Home

Defense in depth

We detect prompt injection, then refuse to act on it.

Three checks fire before any tool runs. Every input gets a trust tag. Untrusted text is scanned for injection patterns, hidden Unicode, and obfuscation. Anything that matches is replaced with a blocked-text marker before the model ever sees the payload — then the dispatch gates run on top.

1

Source-tagged trust

Every input carries an instruction-source tag. Two trusted (operator, local_policy); one review-required (client); eight untrusted (browser, document, notification, ocr, qr, relay, screen, terminal). State-changing actions originating from untrusted sources are refused unless operator_confirmed=True.

periphery/security.py · evaluate_action
2

Injection scanner

Regex sweep over untrusted text: prompt-injection language ("ignore previous", "system prompt", "jailbreak", "reveal credentials"), shell verbs (bash · curl · iex · powershell · pip install), action verbs, hidden Unicode (zero-width, RTL/LTR marks, BOM), emoji-heavy obfuscation, QR hints, embedded URLs. Severity-tagged: high → auto-quarantine; medium → operator confirm.

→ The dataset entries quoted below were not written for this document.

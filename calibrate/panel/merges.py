"""The merge sequence of the policy grouping, computed from sufficient statistics.

Each rater is summarised by the centred sums of squares and cross-products (SSCP)
of ``[cues..., judgment]``. A group's common equation (shared cue weights, an
intercept per rater) is the regression on the *sum* of its raters' SSCPs, so a merge
costs ``RSS_{a+b} - RSS_a - RSS_b`` without refitting rows (Ward 1963, error sum of
squares criterion). :func:`agglomerate` runs a batch of groupings in lockstep (the
full data, every case resample, every simulated panel), and :func:`stacked_sscp`
builds the SSCPs of all those variants by sparse matrix products.

Used by :mod:`calibrate.panel.grouping` (the public entry point) and
:mod:`calibrate.panel.stability`.
"""

from __future__ import annotations

from dataclasses import dataclass

import numpy as np
from scipy import sparse

from ..policy.linalg import GroupedSSCP, grouped_sscp, ols_from_sscp

__all__ = [
    "Agglomeration",
    "agglomerate",
    "batched_rss",
    "group_label",
    "labels_at",
    "merged_rss",
    "name_groups",
    "release_work_memory",
    "stacked_sscp",
    "standardized_weights",
]

#: Largest batch of small regressions solved in one call (bounds memory).
_FIT_CHUNK = 50_000

#: Pair-cost matrices kept between groupings. Memory a process touches for the first
#: time costs far more than memory it reuses (measured on the 2-core machine: first
#: writes to 400 MB took 1.1 s, a second write 0.05 s), and a number-of-groups test
#: allocates the same B x R x R matrices once per level. Released by
#: :func:`release_work_memory`.
_SPARE: dict[str, np.ndarray] = {}


def _borrow(name: str, size: int, dtype) -> np.ndarray:
    """A flat array of ``size`` items, reusing the spare one of that name if big enough."""
    spare = _SPARE.pop(name, None)
    if spare is None or spare.size < size or spare.dtype != dtype:
        spare = np.empty(size, dtype=dtype)
    return spare


def _give_back(name: str, array: np.ndarray) -> None:
    _SPARE[name] = array


def release_work_memory() -> None:
    """Free the matrices kept between groupings (:func:`calibrate.panel.grouping.group_raters`
    calls this when it is done)."""
    _SPARE.clear()


def _compact_slots(array: np.ndarray, order: np.ndarray, square: bool) -> np.ndarray:
    """``array[b][order[b]]`` (and the same on axis 2 when ``square``), in its own memory.

    ``array`` (C-contiguous, batches on axis 0, slots on axis 1) is overwritten from
    the front: batch b's result ends before batch b + 1's input begins, and each batch
    is read whole before it is written, so nothing is read after being overwritten.
    """
    B, keep = order.shape
    shape = (B, keep) + ((keep,) if square else ()) + array.shape[3 if square else 2:]
    out = array.reshape(-1)[:int(np.prod(shape))].reshape(shape)
    for b in range(B):
        taken = array[b, order[b]]
        out[b] = taken[:, order[b]] if square else taken
    return out


def _nonzero(mask: np.ndarray) -> tuple[np.ndarray, ...]:
    """``np.nonzero(mask)``, from the flat positions (the same indices in the same order).

    Measured on a (20, 1,200) mask with 20 entries set: 62 us for np.nonzero, 8 us
    this way; the merge loop calls it five times a step.
    """
    return np.unravel_index(np.flatnonzero(mask), mask.shape)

periphery/security.py · inspect_untrusted_text
3

Pre-model sanitization

Injection-positive text in OCR, browser DOM, document, transcript, and message fields is replaced with [BLOCKED_UNTRUSTED_TEXT:source:reason] before the payload reaches the LLM. PII (email, phone, SSN, credit-card) redacted in safe and strict privacy modes. Adversarial bytes never enter the model context.

sanitize_untrusted_payload_for_model
4

Permission gate

Six-tier decision order at dispatch. Delete-guard (rm · Remove-Item · DROP TABLE · find -delete) hard-prompts past every preset. Risk-policy gates npm publish, terraform apply, kubectl apply, git push --force. Secret-guard refuses silent reads of .env, .pem, id_rsa, *credentials*, .kdbx.

src/permissions/ · gate · delete · risk · secret
5

Lockdown + quarantine

Two safety modes (confirm, lockdown). Three privacy modes (fast, safe, strict) — strict blocks raw screen captures entirely. Lockdown adds a domain allowlist (localhost, 127.0.0.1 default). Severe untrusted content auto-latches a session quarantine that blocks every state-changing action until explicitly cleared.

PolicyState · quarantine_session
6

Local policy + audit

Per-user YAML at ~/.periphery/policy.yaml: approved_apps, denylist_windows, denylist_urls, destructive_commands_require_confirm, never_execute_from. Every decision lands in a bounded in-memory ring (200 entries) plus persistent replay log: timestamp, action, status, reason, safety mode, sanitized details.

LocalPolicyConfig · record_action · replay_logger

What we don't claim

Perfect detection is unsolved. Layered refusal is the bet.

No classifier catches every injection variant — model-level adversarial robustness is an open problem. The strategy here is the opposite of magic: multiple deterministic checks at the dispatch boundary, each a real file in the repo, each able to refuse on its own. Untrusted content has to defeat the regex scanner, the source-trust tag, the pre-model blocker, the permission gate, lockdown mode, and the operator at the prompt — in that order.

Same engine ships in PeriCode CLI, PeriCode Inside, and every Periphery MCP install. Add the per-turn provider-env scoping inside the Obsidian plugin and other plugins can't read your API keys outside an active turn either.